Nassuir Hamidou

Personal information
- Full name: Dine Nasuir Hamidou Ali
- Date of birth: 21 July 2000 (age 26)
- Place of birth: Marseille, France
- Height: 1.87 m (6 ft 2 in)
- Position: Right-back

Team information
- Current team: Istres

Youth career
- Côte Bleue

Senior career*
- Years: Team / Apps / (Gls)
- 2020–2022: Côte Bleue / 5 / (0)
- 2022–2023: Marignane II / 1 / (0)
- 2023–2025: Rousset [es] / 40 / (4)
- 2025–2026: Aubagne Air Bel / 17 / (1)
- 2026–: Istres / 0 / (0)

International career^{‡}
- 2025–: Comoros / 4 / (1)

= Nassuir Hamidou =

Footballer (born 2000)

Dine Nassuir Hamidou Ali (born 21 July 2000) is a professional footballer who plays as a right-back for the Championnat National 1 club Istres.

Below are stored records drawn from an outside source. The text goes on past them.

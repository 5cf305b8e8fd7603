"""Pictures of sweeps and fits (PNG files, matplotlib's Agg renderer).

matplotlib is imported inside the functions, through its object-oriented
interface (``Figure`` and the Agg canvas), so that importing radsolve stays
fast and no global plotting state (pyplot, the backend) is touched.

* :func:`plot_sweep` — one swept parameter: each level's energy against it,
  the continuum threshold V(inf) as a dashed line, each level's bound and
  unbound stretches in a strip below, the threshold crossings marked (between
  the last bound and first unbound sweep points, or exactly where
  :func:`radsolve.threshold` results are given).  Two swept parameters: one
  map per level, unbound points grey, the binding threshold as a contour.
* :func:`plot_fit` — computed against target levels with error bars, the
  residuals in units of the target uncertainty, and any possible spurious
  levels.
"""

from __future__ import annotations

import math
import os
from typing import Any, Mapping

import numpy as np

from radsolve.errors import InputError

_MAX_MAPS = 12


def _figure(width: float, height: float, rows: int = 1, cols: int = 1, **kwargs):
    from matplotlib.backends.backend_agg import FigureCanvasAgg
    from matplotlib.figure import Figure

    fig = Figure(figsize=(width, height), dpi=110, layout="constrained")
    FigureCanvasAgg(fig)
    axes = fig.subplots(rows, cols, squeeze=False, **kwargs)
    return fig, axes


def _save(fig, path) -> None:
    try:
        fig.savefig(os.fspath(path))
    except OSError as exc:
        raise InputError(f"cannot write the plot {os.fspath(path)!r}: {exc.strerror}") from None


def _axis_label(name: str, unit: str) -> str:
    return f"{name} ({unit})" if unit else name


def _colors(n: int):
    from matplotlib import colormaps

    cmap = colormaps["tab10" if n <= 10 else "tab20"]
    return [cmap(i % cmap.N) for i in range(n)]


def plot_sweep(result, path, unit: str | None = None, thresholds: Mapping[str, Any] | None = None,
               title: str | None = None) -> None:
    """Draw a :class:`radsolve.analysis.sweeps.SweepResult` to the PNG file ``path``.

    Parameters
    ----------
    result : SweepResult
    path : path
        The PNG file.
    unit : str, optional
        Energy unit of the axis (default: the sweep's own).
    thresholds : dict of label to ThresholdResult or float, optional
        Exact critical values to mark (one-parameter sweeps).
    title : str, optional

    Raises
    ------
    InputError
        A sweep of more than two parameters, or nothing computed.
    """
    unit = unit or result.energy_unit
    factor = result.unit_factor(unit)
    if result.points_done == 0:
        raise InputError("nothing to plot: no sweep point was computed")
    if len(result.parameters) == 1:
        _plot_line(result, path, unit, factor, thresholds or {}, title)
    elif len(result.parameters) == 2:
        _plot_maps(result, path, unit, factor, title)
    else:
        raise InputError(f"the plot shows sweeps of one or two parameters; this one varies "
                         f"{len(result.parameters)} ({', '.join(result.parameters)})")


def _default_title(result) -> str:
    fixed = ", ".join(f"{k} = {v:.6g}" if isinstance(v, float) else f"{k} = {v}"
                      for k, v in result.fixed.items())
    return f"{result.potential}" + (f" ({fixed})" if fixed else "") + \
        (f", reduced mass {result.mass:.6g}" if result.mass != 1.0 else "")


def _plot_line(result, path, unit, factor, thresholds, title) -> None:
    from matplotlib.lines import Line2D

    key = result.parameters[0]
    p_unit = result.parameter_units.get(key, "")
    labels = result.labels()
    colors = _colors(len(labels))
    fig, axes = _figure(10.0, 8.6, 3, 1, sharex=True,
                        gridspec_kw={"height_ratios": [3.0, 2.2, 0.35 + 0.18 * len(labels)]})
    ax, bax, strip = axes[0, 0], axes[1, 0], axes[2, 0]
    x_all = result.axes[key]
    v_inf = result.v_infinity[result.done] / factor
    finite_vinf = np.isfinite(v_inf)
    if finite_vinf.any():
        ax.plot(x_all[result.done][finite_vinf], v_inf[finite_vinf], ls="--", color="black", lw=1.0,
                label="continuum threshold V(\u221e)")
    crossing_drawn = False
    unresolved_drawn = False
    any_binding = False
    for j, label in enumerate(labels):
        track = result.level(label)
        x = track.values[key]
        order = np.argsort(x)
        x, e, bound, conv = x[order], track.energy[order] / factor, track.bound[order], track.converged[order]
        vi = track.v_infinity[order] / factor
        # Without an energy but not proven unbound: neither "not bound" nor a crossing.
        unresolved = ~bound & (result.grid(label, "status")[track.points][order] != "unbound")
        ax.plot(x, np.where(bound, e, np.nan), color=colors[j], lw=1.6, label=label)
        binding = np.where(bound & np.isfinite(vi), vi - e, np.nan)
        if np.any(binding > 0):
            bax.plot(x, np.where(binding > 0, binding, np.nan), color=colors[j], lw=1.4)
            any_binding = True
        bad = bound & ~conv
        if bad.any():
            ax.plot(x[bad], e[bad], ls="none", marker="o", mfc="none", color=colors[j], ms=6)
        # Where the level leaves (or enters) the spectrum between two sweep points.
        for i in np.nonzero((bound[1:] != bound[:-1]) & ~unresolved[1:] & ~unresolved[:-1])[0]:
            xm = math.sqrt(x[i] * x[i + 1]) if result.log_spaced.get(key) else 0.5 * (x[i] + x[i + 1])
            if math.isfinite(vi[i]):
                ax.plot([x[i], x[i + 1]], [vi[i], vi[i + 1]], color="0.45", lw=5, alpha=0.6,
                        solid_capstyle="butt")
                crossing_drawn = True
            exact = thresholds.get(label)
            strip.axvline(getattr(exact, "value", exact) if exact is not None else xm,
                          color=colors[j], lw=0.8, ls=":")
        row = len(labels) - 1 - j
        strip.plot(x, np.where(bound, row, np.nan), color=colors[j], lw=5, solid_capstyle="butt")
        strip.plot(x, np.where(bound | unresolved, np.nan, row), color="0.75", lw=1.2, ls=(0, (2, 2)))
        if unresolved.any():
            strip.plot(x[unresolved], np.full(np.count_nonzero(unresolved), row), ls="none", marker="x",
                       color="red", ms=6)
            unresolved_drawn = True
    marked = []
    for label, value in thresholds.items():
        p_c = getattr(value, "value", value)
        err = getattr(value, "error_estimate", None)
        color = colors[labels.index(label)] if label in labels else "0.3"
        for axis in (ax, bax):
            axis.axvline(p_c, color=color, lw=0.9, ls="-.")
        ax.annotate(label, (p_c, 1.0), xycoords=("data", "axes fraction"), xytext=(2, -2),
                    textcoords="offset points", va="top", ha="left", fontsize=8, color=color)
        marked.append(f"{label}: {p_c:.8g}" + (f" \u00b1 {err:.1g}" if err else ""))
    if result.log_spaced.get(key):
        ax.set_xscale("log")
    ax.set_ylabel(f"energy ({unit})")
    ax.set_title(title or _default_title(result), fontsize=10)
    ax.grid(alpha=0.3)
    handles, names = ax.get_legend_handles_labels()
    if crossing_drawn:
        handles.append(Line2D([], [], color="0.45", lw=5, alpha=0.6))
        names.append("leaves the spectrum in this interval")
    if marked:
        handles.append(Line2D([], [], color="0.3", lw=0.9, ls="-."))
        names.append("critical value (threshold)")
    ax.legend(handles, names, fontsize=8, loc="upper left", bbox_to_anchor=(1.01, 1.0),
              borderaxespad=0.0)
    if marked:
        ax.text(0.01, 0.02, f"critical {key}" + (f" ({p_unit})" if p_unit else "") + ":\n"
                + "\n".join(marked), transform=ax.transAxes, fontsize=7, va="bottom", ha="left",
                bbox=dict(boxstyle="round", facecolor="white", edgecolor="0.8", alpha=0.9))
    bax.set_yscale("log")
    bax.set_ylabel(f"V(\u221e) \u2212 E ({unit})", fontsize=9)
    bax.grid(alpha=0.3, which="both")
    bax.set_title("binding energy, log scale: s levels leave the threshold quadratically, "
                  "l \u2265 1 levels linearly", fontsize=8, loc="left")
    if not any_binding:
        bax.set_visible(False)
    strip.set_yticks(range(len(labels)), labels[::-1], fontsize=7)
    strip.set_ylim(-0.7, len(labels) - 0.3)
    strip.set_xlabel(_axis_label(key, p_unit))
    strip.set_title("bound (solid) and not bound (dashed) at each sweep point"
                    + ("; red \u00d7: not resolved, not proven unbound" if unresolved_drawn else ""),
                    fontsize=8, loc="left")
    strip.tick_params(axis="y", length=0)
    if not result.complete:
        ax.text(0.5, 0.5, f"INCOMPLETE: {result.points_done} of {result.points_total} points",
                transform=ax.transAxes, color="red", fontsize=10, ha="center")
    elif result.unresolved:
        ax.text(0.5, 0.5, f"INCOMPLETE: {result.unresolved} level(s) not resolved at some points",
                transform=ax.transAxes, color="red", fontsize=10, ha="center")
    _save(fig, path)


def _plot_maps(result, path, unit, factor, title) -> None:
    kx, ky = result.parameters[1], result.parameters[0]
    labels = result.labels()[:_MAX_MAPS]
    n = len(labels)
    cols = min(n, 3)
    rows = int(math.ceil(n / cols))
    fig, axes = _figure(4.2 * cols, 3.6 * rows, rows, cols)
    x, y = result.axes[kx], result.axes[ky]
    for j, label in enumerate(labels):
        ax = axes[j // cols, j % cols]
        energy = result.grid(label, "energy") / factor  # shape (len(y), len(x))
        bound = result.grid(label, "bound")
        masked = np.ma.masked_invalid(energy)
        from matplotlib import colormaps

        cmap = colormaps["viridis"].with_extremes(bad="0.85")
        mesh = ax.pcolormesh(x, y, masked, cmap=cmap, shading="nearest")
        fig.colorbar(mesh, ax=ax, label=f"energy ({unit})")
        if bound.any() and not bound.all() and len(x) > 1 and len(y) > 1:
            ax.contour(x, y, bound.astype(float), levels=[0.5], colors="red", linewidths=1.2)
        if result.log_spaced.get(kx):
            ax.set_xscale("log")
        if result.log_spaced.get(ky):
            ax.set_yscale("log")
        ax.set_title(f"{label}  (grey: not bound; red: threshold)", fontsize=9)
        ax.set_xlabel(_axis_label(kx, result.parameter_units.get(kx, "")))
        ax.set_ylabel(_axis_label(ky, result.parameter_units.get(ky, "")))
    for j in range(n, rows * cols):
        axes[j // cols, j % cols].set_visible(False)
    fig.suptitle(title or _default_title(result), fontsize=10)
    _save(fig, path)


def plot_fit(result, path, unit: str | None = None, title: str | None = None) -> None:
    """Draw a :class:`radsolve.analysis.fitting.FitResult`: levels and residuals, to the PNG ``path``.

    ``unit`` is the energy unit of the axis (default: the potential's own).
    """
    from radsolve.units import energy_unit_factor

    unit = unit or result.energy_unit
    factor = energy_unit_factor(unit)
    res = result.residuals
    fig, axes = _figure(7.5, 6.0, 2, 1, gridspec_kw={"height_ratios": [3.0, 1.6]})
    ax, rax = axes[0, 0], axes[1, 0]
    names = [r.label for r in res] + [f"{lab}*" for lab, _ in result.spurious]
    xs = np.arange(len(names))
    targets = np.array([r.target for r in res]) / factor
    sigma = np.array([r.uncertainty for r in res]) / factor
    computed = np.array([r.computed if r.bound else np.nan for r in res]) / factor
    width = 0.36
    for i in range(len(res)):
        ax.hlines(targets[i], xs[i] - width, xs[i], color="black", lw=2.0,
                  label="target" if i == 0 else None)
        ax.errorbar(xs[i] - width / 2, targets[i], yerr=sigma[i], color="black", capsize=3, lw=1)
        if np.isfinite(computed[i]):
            ax.hlines(computed[i], xs[i], xs[i] + width, color="tab:red", lw=2.0,
                      label="fitted potential" if i == 0 else None)
        else:
            ax.text(xs[i] + width / 2, targets[i], "not\nbound", color="tab:red", fontsize=7,
                    ha="center", va="bottom")
    for j, (lab, energy) in enumerate(result.spurious):
        i = len(res) + j
        ax.hlines(energy / factor, xs[i], xs[i] + width, color="tab:orange", lw=2.0,
                  label="bound, not a target (possible spurious)" if j == 0 else None)
    ax.set_xticks(xs, names)
    ax.set_ylabel(f"energy ({unit})")
    ax.grid(axis="y", alpha=0.3)
    ax.legend(fontsize=8, loc="center right")
    values = ", ".join(f"{k} = {result.values[k]:.6g} \u00b1 {result.standard_errors[k]:.2g}"
                       for k in result.free)
    chi = "n/a" if result.dof == 0 else f"{result.chi2_per_dof:.3g}"
    ax.set_title(title or f"fit of {result.potential}: {values}; \u03c7\u00b2/dof = {chi}", fontsize=9)

    resid = np.array([r.residual for r in res])
    rax.axhspan(-1, 1, color="0.9", label="\u00b11 uncertainty")
    rax.axhline(0, color="black", lw=0.8)
    colors = ["tab:red" if abs(v) > 3 else "tab:blue" for v in np.nan_to_num(resid)]
    rax.bar(np.arange(len(res)), np.nan_to_num(resid), color=colors, width=0.5)
    rax.set_xticks(np.arange(len(res)), [r.label for r in res])
    rax.set_xlim(ax.get_xlim())
    rax.set_ylabel("(computed \u2212 target) / uncertainty", fontsize=8)
    rax.grid(axis="y", alpha=0.3)
    lim = max(1.5, float(np.nanmax(np.abs(resid))) * 1.2 if np.isfinite(resid).any() else 1.5)
    rax.set_ylim(-lim, lim)
    rax.legend(fontsize=7, loc="upper right")
    _save(fig, path)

Born in France, he plays for the Comoros national team.

==Club career==
Hamidou began his senior career with Côte Bleue in the Championnat National 3. He moved to Rousset in 2023, and helped them win the 2024–25 Championnat National 3.

==International career==
Born in France, Hamidou is of Comorian descent. He made the final Comoros national team for the 2025 FIFA Arab Cup.

===International goals===
Scores and results list Comoros goal tally first.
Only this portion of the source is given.